→ What this task involves
Print the first line of the material below and each line after it, exactly as written, ending with the line that contains "import org.junit.jupiter.params.provider.CsvSource;".

○ ○ ○ ○ ○

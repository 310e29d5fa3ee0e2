package bubblechain.toml;

import static org.assertj.core.api.Assertions.assertThat;
import static org.assertj.core.api.Assertions.assertThatThrownBy;

import java.io.ByteArrayInputStream;
import java.io.IOException;
import java.io.InputStream;
import java.nio.charset.StandardCharsets;
import java.nio.file.Files;
import java.nio.file.Path;
import java.util.List;
import org.assertj.core.api.ThrowableAssert.ThrowingCallable;
import org.junit.jupiter.api.Test;
import org.junit.jupiter.api.io.TempDir;
import org.junit.jupiter.params.ParameterizedTest;
import org.junit.jupiter.params.provider.CsvSource;
import org.junit.jupiter.params.provider.ValueSource;

class TomlFileTest {
    private static final int MILLION = 1_000_000;

    private static TomlSection parse(String text) {
        return TomlFile.parse(text, "my.toml");
    }

    private static void assertMessage(ThrowingCallable call, String message) {
        assertThatThrownBy(call).isInstanceOf(TomlException.class).hasMessage(message);
    }

    @Test
    void entriesAreHandedOutAsTextsRationalsAndLists() {
        TomlSection top = parse("""
                name = "x"
                half = "-1/2"
                decimal = "0.125"
                n = "7"
                words = ["a", "b"]
                [inner]
                key = "value"
                [[entry]]
                k = "1"
                [[entry]]
                k = "2"
                """);
        assertThat(top.text("name")).isEqualTo("x");
        assertThat(top.rational("half")).hasToString("-1/2");
        assertThat(top.rational("decimal")).hasToString("1/8");
        assertThat(top.integer("n")).isEqualTo(7);
        assertThat(top.texts("words")).containsExactly("a", "b");
        assertThat(top.texts("nothing")).isEmpty();
        assertThat(top.optionalTable("inner")).hasValueSatisfying(t -> assertThat(t.text("key")).isEqualTo("value"));
        assertThat(top.tables("entry")).extracting(t -> t.integer("k")).containsExactly(1, 2);
        assertThat(top.optionalText("nothing")).isEmpty();
    }

    @ParameterizedTest
    @CsvSource(delimiter = '|', quoteCharacter = '`', value = {
        "this is not toml         | my.toml, line 1, column 6: not TOML: Unexpected 'is', expected . or =",
        "a = \"1\";a = \"2\"      | my.toml, line 2, column 1: not TOML: a previously defined at line 1, column 1"
    })
    void aTextThatIsNotTomlIsRefusedWithItsPlace(String text, String message) {
        assertMessage(() -> parse(text.replace(";", "\n") + "\n"), message);
    }

    @ParameterizedTest
    @ValueSource(strings = {"a = \"1", "a =", "[a", "a = '''", "= 3", "a = [1,", "\u0000"})
    void anUnfinishedTextIsRefusedInOneLineWithItsPlace(String text) {
        assertThatThrownBy(() -> parse(text))
                .isInstanceOf(TomlException.class)
                .hasMessageMatching("my\\.toml, line 1, column \\d+: not TOML: .*");
    }

    @Test
    void entriesOfTheWrongKindAreRefusedWithTheirPlace() {
        TomlSection top = parse("""
                number = 3
                flag = true
                list = "one"
                mixed = ["a", 1]
                table = "x"
                half = "1/2"
                """);
        assertMessage(() -> top.text("number"), "my.toml, line 1, column 1: numbers are written as strings so that they stay"
                + " exact: number = \"3\"");
        assertMessage(() -> top.text("flag"), "my.toml, line 2, column 1: 'flag' must be a string");
        assertMessage(() -> top.texts("list"), "my.toml, line 3, column 1: 'list' must be a list of strings: list = [\"...\"]");
        assertMessage(() -> top.texts("mixed"), "my.toml, line 4, column 1: numbers are written as strings so that they stay"
                + " exact: mixed = \"1\"");
        assertMessage(() -> top.optionalTable("table"), "my.toml, line 5, column 1: 'table' must be a table: [table]");
        assertMessage(() -> top.tables("table"), "my.toml, line 5, column 1: 'table' must be a list of tables: [[table]]");
        assertMessage(() -> top.integer("half"), "my.toml, line 6, column 1: 'half' must be a small integer, got 1/2");
        assertMessage(() -> top.rational("list"), "my.toml, line 3, column 1: 'one' is not a rational number such as 3, -3/4"
                + " or 1.25");
        assertMessage(() -> top.text("missing"), "my.toml, line 1, column 1: the key 'missing' is missing at the top of the"
                + " file");
        assertMessage(() -> top.requireKnown(List.of("numbers", "flag", "list", "mixed", "table", "half")),
                "my.toml, line 1, column 1: unknown key 'number' at the top of the file; did you mean numbers?");
    }

    @Test
    void aFileLargerThanTheLimitIsRefusedWithoutReadingItAll() {
        long[] served = {0};
        InputStream endless = new InputStream() {
            @Override
            public int read() {
                served[0]++;
                return '#';
            }
        };
        assertMessage(() -> TomlFile.read(endless, "endless"), "endless: larger than the limit of 1000000 bytes");
        assertThat(served[0]).isEqualTo(MILLION + 1);
    }

    @Test
    void aFileOfExactlyTheLimitIsRead() throws IOException {
        byte[] bytes = ("#" + "x".repeat(MILLION - 1)).getBytes(StandardCharsets.UTF_8);
        assertThat(TomlFile.read(new ByteArrayInputStream(bytes), "full").keys()).isEmpty();
    }

    @Test
    void binaryMissingAndFolderAreRefused(@TempDir Path folder) throws IOException {
        Path binary = Files.write(folder.resolve("binary.toml"), new byte[] {0, 1, (byte) 0xff, (byte) 0xfe, (byte) 0x80});
        assertMessage(() -> TomlFile.read(binary), binary + ", line 1, column 3: not a text in UTF-8");
        Path missing = folder.resolve("missing.toml");
        assertMessage(() -> TomlFile.read(missing), "cannot read the file " + missing + "; check that it exists and is readable");
        assertMessage(() -> TomlFile.read(folder), folder + " is a directory; name a file in it");
        assertMessage(() -> TomlFile.path("a\0b.toml"), "'a\0b.toml' cannot be the name of a file");
    }

    @ParameterizedTest
    @CsvSource({"[, 1, 55", "{a=, 1, 155", "[{a=[, 1, 89", "'\n[\n', 102, 1"})
    void deepNestingIsRefusedBeforeParsing(String bracket, int line, int column) {
        assertMessage(
                () -> parse("x = " + bracket.repeat(100_000)),
                "my.toml, line " + line + ", column " + column + ": brackets nested deeper than 50 levels");
    }

    @Test
    void aLongFileMustBePlain() {
        String number = "a = 1\n";
        String comment = "#" + "x".repeat(100_000 - number.length() - 2) + "\n";
        assertThat(parse(comment + number).keys()).containsExactly("a");
        assertMessage(() -> parse("# one more" + comment + number), "my.toml, line 2, column 5: not plain TOML (names, strings in"
                + " double quotes, lists of strings, tables), which a file of more than 100000 characters must be");
    }

    @Test
    void aLongMessageIsCutInTheMiddle() {
        assertThatThrownBy(() -> parse("k".repeat(5_000) + " = \"1\"").requireKnown(List.of("name")))
                .hasMessageMatching("(?s)my.toml, line 1, column 1: unknown key 'k{200,} [.]{3} k*' at the top of the file; allowed are"
                        + " name");
    }

    @Test
    void aLongDottedKeyIsRefusedWithoutExhaustingTheStack() {
        assertThatThrownBy(() -> parse("a.".repeat(40_000) + "a = \"1\""))
                .isInstanceOf(TomlException.class)
                .hasMessageContaining("Nesting is too deep");
    }

    @Test
    void bracketsInCommentsAndStringsAreNoNesting() {
        String lines = """
                # the interval [0, 1)
                t%1$d = "[0, 1)" # and {
                u%1$d = '["['
                v%1$d = \"""[ " [
                [\"""
                w%1$d = '''[ ' ['''
                e%1$d = "\\"[\\\\"
                """;
        StringBuilder file = new StringBuilder();
        for (int k = 0; k < 60; k++) {
            file.append(lines.formatted(k));
        }
        TomlSection top = parse(file.toString());
        assertThat(top.text("t59")).isEqualTo("[0, 1)");
        assertThat(top.text("u59")).isEqualTo("[\"[");
        assertThat(top.text("w59")).isEqualTo("[ ' [");
        assertThat(top.text("e59")).isEqualTo("\"[\\");
    }

    @Test
    void nestingWithinTheLimitIsRead() {
        assertThat(parse("x = " + "[".repeat(50) + "]".repeat(50)).keys()).containsExactly("x");
    }
}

○ ○ ○ ○ ○

→ Written solution
repository 310e29d5fa3ee0e2
package bubblechain.toml;

import static org.assertj.core.api.Assertions.assertThat;
import static org.assertj.core.api.Assertions.assertThatThrownBy;

import java.io.ByteArrayInputStream;
import java.io.IOException;
import java.io.InputStream;
import java.nio.charset.StandardCharsets;
import java.nio.file.Files;
import java.nio.file.Path;
import java.util.List;
import org.assertj.core.api.ThrowableAssert.ThrowingCallable;
import org.junit.jupiter.api.Test;
import org.junit.jupiter.api.io.TempDir;
import org.junit.jupiter.params.ParameterizedTest;
import org.junit.jupiter.params.provider.CsvSource;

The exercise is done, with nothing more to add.